Both data science and financial technologies are incredibly complex practices, but it is not always obvious how the two are linked. In fact, the fintech industry would not be nearly as complex and as personalized as it is today without data science and the practice of machine learning, AI, and the development of algorithms.
A resource like Cane Bay Partners can be invaluable when trying to grasp concepts like machine learning, data science and the history of fintech. That said, here is a brief overview of several ways in which fintech is enriched and impacted by data science.
1. Aids In the Development of Personalized Products
One of the reasons people in their 20’s and 30’s are so drawn to fintech is the ability for their chosen products to be personalized. For instance, millennials and their younger counterparts are moving away from using traditional banking services in favor of mobile banking apps like Chime or Dave. Those apps,
though not full-fledged banking institutions themselves, offer more flexibility with regards to day to day financial planning as well as personalized options for each customer.
Chime offers to cover overdrawn accounts up to a certain amount of money depending on how much cash a customer has in their spending accounts, for example. If a customer only has a few hundred dollars in the account, the algorithm offers them only about 20 to 30 dollars of backup on overdrafts. If they regularly deposit thousands of dollars into their spending accounts, however, the overdraft backup might increase to well over a hundred dollars. All of this is controlled by artificial intelligence with very little human oversight.
2. Aids In Market Research
AI and machine learning help fintech companies understand exactly what their customers want. In addition to building apps that cater to multiple customer subsets at once, these companies develop algorithms and automated data collection in order to learn exactly what each kind of customer wants.
These data collection patterns are built into the apps. They collect data via automated surveys and other customer experience feedback. The apps also have built-in monitors that relay information about which features of the app are being used the most, as well as the demographic of each customer. The demographics and other customer data are then linked to their actions through automated machine learning, and they are presented to their developers in datasheets and reports that are easy to track and use for future app development.

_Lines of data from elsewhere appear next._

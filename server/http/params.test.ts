import { parseTimeWindow } from './params';

describe('parseTimeWindow', () => {
  it('reads a plain date with a contract hour as the contract day that starts on it, in the site zone', () => {
    // By hand: US daylight saving time ends at 02:00 on Sunday 1 November 2026 (first Sunday of
    // November, Energy Policy Act of 2005), so at America/Denver 09:00 on 1 November is MST, UTC−7:
    // 16:00Z; 09:00 on 3 November is 16:00Z too.
    expect(
      parseTimeWindow(
        { from: '2026-11-01', to: '2026-11-03' },
        { maxDays: 31, timeZone: 'America/Denver', contractHour: 9 },
      ),
    ).toEqual({ fromMs: Date.parse('2026-11-01T16:00:00Z'), toMs: Date.parse('2026-11-03T16:00:00Z') });
  });

  it('reads a plain date at a half-hour zone: 06:00 on 1 November at Asia/Kolkata (UTC+05:30) is 00:30Z', () => {
    expect(
      parseTimeWindow(
        { from: '2026-11-01', to: '2026-11-02' },
        { maxDays: 31, timeZone: 'Asia/Kolkata', contractHour: 6 },
      ),
    ).toEqual({ fromMs: Date.parse('2026-11-01T00:30:00Z'), toMs: Date.parse('2026-11-02T00:30:00Z') });
  });

  it('reads a plain date without a contract hour as the local midnight that starts it', () => {
    // 31 October 2026 00:00 at America/Denver is MDT, UTC−6: 06:00Z.
    expect(
      parseTimeWindow({ from: '2026-10-31', to: '2026-11-01' }, { maxDays: 31, timeZone: 'America/Denver' }).fromMs,
    ).toBe(Date.parse('2026-10-31T06:00:00Z'));
  });

  it('leaves an instant with an offset as it is, whatever the contract hour', () => {
    expect(
      parseTimeWindow(
        { from: '2026-11-01T00:00:00Z', to: '2026-11-02T00:00:00Z' },
        { maxDays: 31, timeZone: 'America/Denver', contractHour: 9 },
      ),
    ).toEqual({ fromMs: Date.parse('2026-11-01T00:00:00Z'), toMs: Date.parse('2026-11-02T00:00:00Z') });
  });

  it('refuses a window whose end is not after its start, naming to', () => {
    expect(() =>
      parseTimeWindow({ from: '2026-11-02', to: '2026-11-02' }, { maxDays: 31, timeZone: 'UTC', contractHour: 0 }),
    ).toThrow('to: must be after from');
  });
});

3. Aids In Fraud Detection
Perhaps one of the most important ways in which data science plays a role in fintech is in terms of fraud detection. Credit score tracking services as well as cash flow apps all rely on automated fraud detection services. These fraud monitoring systems are easily built into their respective apps, offering useful data to customers and service providers alike. They help keep the customers safe while teaching fintech service providers what types of security they need to implement into their apps in order to provide maximum safety.
Simply put, the financial technology sector would not be as useful or as complex as it is today if it weren’t for data science. Automated systems collect useful data, implement customer satisfaction, and alert users and developers to security breaches almost as soon as they happen. Without data science, fintech would be unusable and unattractive to the throngs of customers that use its various iterations today.